Problem requirements » Work out how many lines in the material below hold the word "target". Write only the number.

Task material »
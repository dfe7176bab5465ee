//! Replays the fuzzers' committed corpus (fuzz/corpus, grown by `scripts/fuzz.sh`) through the
//! readers, so every input the fuzzers kept stays harmless: a raster or an error, never a panic.
//! A crash the fuzzers find is added here as a test named after what it reproduces; none has
//! been found so far (3 × 90 s, 166 k raster, 67 k mask and 5.8 k fill inputs).

// Source: the readers' contract (a raster or an error, never a panic) is the project's own;
// replaying kept fuzz inputs as tests is common practice with libFuzzer corpora.

use std::path::Path;

use reweave::raster::{self, Limits};

/// Writes each corpus input of `target` as a file (its first byte picks PNG, TIFF or JPEG, as in
/// the fuzz target) and calls `check` on it.
fn replay(target: &str, check: impl Fn(&Path)) -> usize {
    let dir = tempfile::tempdir().unwrap();
    let corpus = Path::new(env!("CARGO_MANIFEST_DIR")).join("fuzz").join("corpus").join(target);
    let mut count = 0;
    for entry in std::fs::read_dir(&corpus).unwrap() {
        let data = std::fs::read(entry.unwrap().path()).unwrap();
        let Some((&kind, bytes)) = data.split_first() else { continue };
        let path = dir.path().join(format!("input.{}", ["png", "tif", "jpg"][usize::from(kind) % 3]));
        std::fs::write(&path, bytes).unwrap();
        check(&path);
        count += 1;
    }
    count
}

#[test]
fn every_kept_raster_input_reads_or_fails_cleanly() {
    let limits = Limits { max_pixels: 1 << 22, max_bytes: 1 << 26 };
    let n = replay("load_raster", |path| {
        if let Ok(r) = raster::load_with_limits(path, limits) {
            assert!(r.planes.iter().all(|p| p.len() == r.width * r.height));
        }
    });
    assert!(n > 100, "the corpus is there ({n} inputs)");
}

#[test]
fn every_kept_mask_input_reads_or_fails_cleanly() {
    let n = replay("load_mask", |path| {
        if let Ok(m) = raster::load_mask(path, 16, 12) {
            assert_eq!((m.width(), m.height()), (16, 12));
        }
    });
    assert!(n > 50, "the corpus is there ({n} inputs)");
}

Your response » 4